>>>>>

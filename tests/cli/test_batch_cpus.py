"""--jobs is a ceiling: no more processes than the CPUs this process may use
(benchfit.cli.batch.usable_cpus, default_jobs, worker_pool).

The affinity mask is what ``os.sched_getaffinity`` reports (POSIX sched_getaffinity(2)); the CPU
quota is cgroup v2's ``cpu.max``, "<quota> <period>" in µs or "max <period>" (Linux kernel
documentation, Documentation/admin-guide/cgroup-v2.rst, "cpu.max").
"""

from __future__ import annotations

import os

import pytest


@pytest.mark.parametrize("text, expected", [("max 100000\n", None), ("150000 100000\n", 2),
                                            ("100000 100000\n", 1), ("20000 100000\n", 1),
                                            ("400000 100000\n", 4), ("garbage\n", None), ("", None)])
def test_the_cgroup_quota_in_cpus(tmp_path, text, expected):
    from benchfit.cli.batch import _cgroup_cpu_quota

    f = tmp_path / "cpu.max"
    f.write_text(text, encoding="ascii")
    assert _cgroup_cpu_quota(str(f)) == expected


def test_no_cgroup_file_is_no_quota(tmp_path):
    from benchfit.cli.batch import _cgroup_cpu_quota

    assert _cgroup_cpu_quota(str(tmp_path / "missing")) is None


def test_usable_cpus_is_the_affinity_capped_by_the_quota(monkeypatch):
    from benchfit.cli import batch

    monkeypatch.setattr(os, "sched_getaffinity", lambda pid: {0, 1, 2, 3}, raising=False)
    monkeypatch.setattr(batch, "_cgroup_cpu_quota", lambda: None)
    assert batch.usable_cpus() == 4
    monkeypatch.setattr(batch, "_cgroup_cpu_quota", lambda: 2)
    assert batch.usable_cpus() == 2
    monkeypatch.setattr(os, "sched_getaffinity", lambda pid: {3}, raising=False)
    assert batch.usable_cpus() == 1


@pytest.mark.skipif(not hasattr(os, "sched_getaffinity"), reason="affinity masks are a Linux call")
def test_usable_cpus_follows_this_process_affinity():
    from benchfit.cli.batch import _cgroup_cpu_quota, usable_cpus

    quota = _cgroup_cpu_quota()
    assert usable_cpus() == min(len(os.sched_getaffinity(0)), quota or 10**6)


def test_jobs_above_the_usable_cpus_run_no_more_processes(monkeypatch, tmp_path):
    from benchfit.cli import batch

    monkeypatch.setattr(batch, "usable_cpus", lambda: 1)
    with batch.worker_pool(4, 10) as pool:
        assert (pool.workers, pool.start_method) == (1, "in-process")
    monkeypatch.setattr(batch, "usable_cpus", lambda: 2)
    with batch.worker_pool(4, 10) as pool:
        assert pool.workers == 2
    with batch.worker_pool(4, 1) as pool:  # no more processes than files either
        assert pool.workers == 1
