"""`benchfit measure --log PATH` / `--log-default`: each measured file becomes a "measure" run
in the measurement log, written by the parent process as results arrive.

Captures are small synthetic hum-check outputs written here with soundfile (0.5 s at 48 kHz).
"""

from __future__ import annotations

import json
import math
from pathlib import Path

import numpy as np
import pytest
import soundfile as sf

FS = 48000




def _write(path: Path, freq: float, seed: int, unit: str | None = None) -> Path:
    """1.2 V peak output sine (0.3 FS × 4 V/FS) with seeded noise and a sidecar."""
    rng = np.random.default_rng(seed)
    t = np.arange(FS // 2) / FS
    sf.write(path, 0.3 * np.sin(2 * math.pi * freq * t) + rng.normal(0, 1e-3, t.size), FS, subtype="FLOAT")
    side = {"benchfit_sidecar": 1, "channels": [{"name": "output"}], "sample_rate_hz": FS,
            "calibration": {"profile": "test", "gain_v_per_fs": [4.0], "timebase_ppm": 0.0,
                            "timebase_u_ppm": 0.0, "coupling_tau_s": None}}
    if unit:
        side["unit"] = unit
    path.with_suffix(".json").write_text(json.dumps(side))
    return path


@pytest.fixture(scope="module")
def folder(tmp_path_factory) -> Path:
    d = tmp_path_factory.mktemp("logbatch")
    _write(d / "HC-08.wav", 50.02, 1, unit="HC-08")
    _write(d / "HC-09.wav", 49.97, 2)
    _write(d / "HC-10.wav", 50.10, 3, unit="HC-10")
    (d / "HC-11_bad.csv").write_text("time;output\nn/a;n/a\n")
    return d


def test_measure_log_appends_one_run_per_good_file(folder, run, tmp_path):
    log = tmp_path / "bench.sqlite"
    res = run("measure", str(folder), "--json", "--jobs", "2", "--log", str(log))
    assert res.returncode == 2  # the bad CSV is still an error
    measured = {o["file"]: o for o in (json.loads(x) for x in res.stdout.strip().splitlines())}
    assert len(measured) == 3
    assert "logged 3 run(s)" in res.stderr

    listed = run("log", "list", "--log", str(log), "--json")
    assert listed.returncode == 0, listed.stderr
    runs = json.loads(listed.stdout)["runs"]
    assert len(runs) == 3 and {r["command"] for r in runs} == {"measure"}
    # the serial comes from the sidecar's "unit" key when there is one
    assert sorted(r["unit"] or "—" for r in runs) == ["HC-08", "HC-10", "—"]

    for r in runs:
        shown = json.loads(run("log", "show", str(r["id"]), "--log", str(log), "--json").stdout)
        (cap,) = shown["captures"]
        freq = [x for x in shown["results"] if x["quantity"] == "frequency_hz"]
        assert len(freq) == 1 and freq[0]["unit"] == "Hz"
        # the logged value is the one printed: same result object, stored as REAL
        assert freq[0]["value"] == measured[cap["path"]]["channels"][0]["frequency_hz"]
        assert freq[0]["uncertainty"] == measured[cap["path"]]["channels"][0]["frequency_u_hz"]
        assert len(cap["sha256"]) == 64


def test_human_table_says_which_run(folder, run, tmp_path):
    log = tmp_path / "bench.sqlite"
    res = run("measure", str(folder / "HC-08.wav"), "--log", str(log))
    assert res.returncode == 0, res.stderr
    assert f"logged as run 1 in {log}" in res.stdout
    listed = run("log", "list", "--log", str(log))
    assert "measure" in listed.stdout and "HC-08" in listed.stdout


def test_log_default_uses_benchfit_log(folder, run, tmp_path, monkeypatch):
    log = tmp_path / "env.sqlite"
    monkeypatch.setenv("BENCHFIT_LOG", str(log))
    res = run("measure", str(folder / "HC-09.wav"), str(folder / "HC-10.wav"), "--json", "--jobs", "1")
    assert res.returncode == 0 and not log.exists()  # logging is opt-in
    res = run("measure", str(folder / "HC-09.wav"), str(folder / "HC-10.wav"), "--json", "--jobs", "1",
              "--log-default")
    assert res.returncode == 0, res.stderr
    from benchfit.log.store import list_runs

    assert len(list_runs(log)) == 2


def test_log_and_log_default_together_are_bad_input(folder, run, tmp_path):
    res = run("measure", str(folder / "HC-09.wav"), "--log", str(tmp_path / "a.sqlite"), "--log-default")
    assert res.returncode == 2 and res.stderr.startswith("error: --log and --log-default")
    assert not (tmp_path / "a.sqlite").exists()


def test_not_a_log_stops_with_one_line(folder, run, tmp_path):
    foreign = tmp_path / "notes.sqlite"
    foreign.write_text("these are bench notes, not a database\n")
    res = run("measure", str(folder / "HC-09.wav"), "--log", str(foreign))
    assert res.returncode == 2 and res.stderr.startswith("error: ")
    assert len(res.stderr.strip().splitlines()) == 1
    assert foreign.read_text() == "these are bench notes, not a database\n"  # left untouched


def test_empty_log_path_is_bad_input(folder, run):
    res = run("measure", str(folder / "HC-09.wav"), "--log", "")
    assert res.returncode == 2 and res.stderr.startswith("error: --log: the path is empty")
    assert res.stdout == ""
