"""--jobs is a ceiling: a busy machine runs the batch in one process (benchfit.cli.batch.jobs_for_load).

The rule is make's --load-average habit (common practice, no source): at a 1-minute load at or above
the CPU count every core is busy, and a pool would only add start-up and hand-over costs.
"""

from __future__ import annotations

import os

import pytest


def test_idle_machine_keeps_the_jobs_asked_for(monkeypatch):
    from benchfit.cli import batch

    monkeypatch.setattr(batch, "default_jobs", lambda: 2)
    assert batch.jobs_for_load(2, load=0.3) == 2
    assert batch.jobs_for_load(3, load=1.9) == 3
    assert batch.jobs_for_load(1, load=0.0) == 1


def test_busy_machine_runs_in_one_process(monkeypatch):
    from benchfit.cli import batch

    monkeypatch.setattr(batch, "default_jobs", lambda: 2)
    assert batch.jobs_for_load(2, load=2.0) == 1
    assert batch.jobs_for_load(4, load=7.5) == 1


@pytest.mark.parametrize("load, expected", [(0.5, 2), (5.0, 1)])
def test_the_load_average_is_read_when_not_given(monkeypatch, load, expected):
    from benchfit.cli import batch

    monkeypatch.setattr(batch, "default_jobs", lambda: 2)
    monkeypatch.setattr(os, "getloadavg", lambda: (load, load, load))
    assert batch.jobs_for_load(2) == expected


def test_no_load_average_keeps_the_jobs(monkeypatch):
    from benchfit.cli import batch

    def missing():
        raise OSError("no load average here")

    monkeypatch.setattr(os, "getloadavg", missing)
    assert batch.jobs_for_load(2) == 2
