"""Shared fixture of the command-line tests: run benchfit's entry point in this process."""

from __future__ import annotations

import pytest


from clirun import CliResult


@pytest.fixture
def run(capsys, monkeypatch):
    """benchfit.cli.main in this process (faster than a subprocess), wide terminal."""
    from benchfit.cli import main

    monkeypatch.setenv("COLUMNS", "200")

    def _run(*args: str) -> CliResult:
        code = 0
        try:
            main(list(args))
        except SystemExit as e:
            code = e.code if isinstance(e.code, int) else (0 if e.code is None else 1)
        out, err = capsys.readouterr()
        return CliResult(code, out, err)

    return _run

<<<<<

_WORK REQUEST_
Copy every line of the records above, starting with the first, up to and including the line containing "f = tmp_path".

_TASK OUTPUT_
filename tests/cli/test_batch_cpus.py
"""--jobs is a ceiling: no more processes than the CPUs this process may use
(benchfit.cli.batch.usable_cpus, default_jobs, worker_pool).

The affinity mask is what ``os.sched_getaffinity`` reports (POSIX sched_getaffinity(2)); the CPU
quota is cgroup v2's ``cpu.max``, "<quota> <period>" in µs or "max <period>" (Linux kernel
documentation, Documentation/admin-guide/cgroup-v2.rst, "cpu.max").
"""

from __future__ import annotations

import os

import pytest


@pytest.mark.parametrize("text, expected", [("max 100000\n", None), ("150000 100000\n", 2),
                                            ("100000 100000\n", 1), ("20000 100000\n", 1),
                                            ("400000 100000\n", 4), ("garbage\n", None), ("", None)])
def test_the_cgroup_quota_in_cpus(tmp_path, text, expected):
    from benchfit.cli.batch import _cgroup_cpu_quota

    f = tmp_path / "cpu.max"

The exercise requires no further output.